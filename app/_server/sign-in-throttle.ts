// Credential check with a back-off on repeated failures, kept in the database so it holds
// across web instances and restarts.
import bcrypt from "bcryptjs";
import { eq } from "drizzle-orm";
import { getDb } from "@/db/client";
import { signInAttempts, users } from "@/db/schema";

export const FREE_ATTEMPTS = 5;
const BASE_LOCK_MS = 30_000;
const MAX_LOCK_MS = 15 * 60_000;
const FORGET_AFTER_MS = 30 * 60_000;

// Compared against when the e-mail is unknown, so timing does not reveal which accounts exist.
const DUMMY_HASH = "$2b$10$poMg1exuOjSwTuhgPzGyR.nYU.WjSK6kD8vqp03f5bTTsVVdmzo6C";

export type PasswordCheck =
  | { ok: true; user: typeof users.$inferSelect }
  | { ok: false; code: "wrong-credentials" | "locked" | "deactivated"; retryAfterS?: number };

export async function checkPassword(email: string, password: string, now = Date.now()): Promise<PasswordCheck> {
  const db = getDb();
  const attempt = await db.query.signInAttempts.findFirst({ where: eq(signInAttempts.key, email) });
  if (attempt?.lockedUntil && attempt.lockedUntil > now) {
    return { ok: false, code: "locked", retryAfterS: Math.ceil((attempt.lockedUntil - now) / 1000) };
  }
  const user = await db.query.users.findFirst({ where: eq(users.email, email) });
  const matches = await bcrypt.compare(password, user?.passwordHash ?? DUMMY_HASH);
  if (user && matches) {
    if (!user.active) return { ok: false, code: "deactivated" };
    if (attempt) await db.delete(signInAttempts).where(eq(signInAttempts.key, email));
    return { ok: true, user };
  }
  const previous = attempt && now - attempt.lastFailureAt < FORGET_AFTER_MS ? attempt.failures : 0;
  const failures = previous + 1;
  const lockedUntil = failures >= FREE_ATTEMPTS ? now + Math.min(MAX_LOCK_MS, BASE_LOCK_MS * 2 ** (failures - FREE_ATTEMPTS)) : null;
  await db
    .insert(signInAttempts)
    .values({ key: email, failures, lastFailureAt: now, lockedUntil })
    .onConflictDoUpdate({ target: signInAttempts.key, set: { failures, lastFailureAt: now, lockedUntil } });
  if (lockedUntil) return { ok: false, code: "locked", retryAfterS: Math.ceil((lockedUntil - now) / 1000) };
  return { ok: false, code: "wrong-credentials" };
}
•••
§ EXERCISE OBJECTIVE
Filter the listing above down to the lines that contain the word "import".

§ EXERCISE OUTPUT
import bcrypt from "bcryptjs";
import { eq } from "drizzle-orm";
import { getDb } from "@/db/client";
import { signInAttempts, users } from "@/db/schema";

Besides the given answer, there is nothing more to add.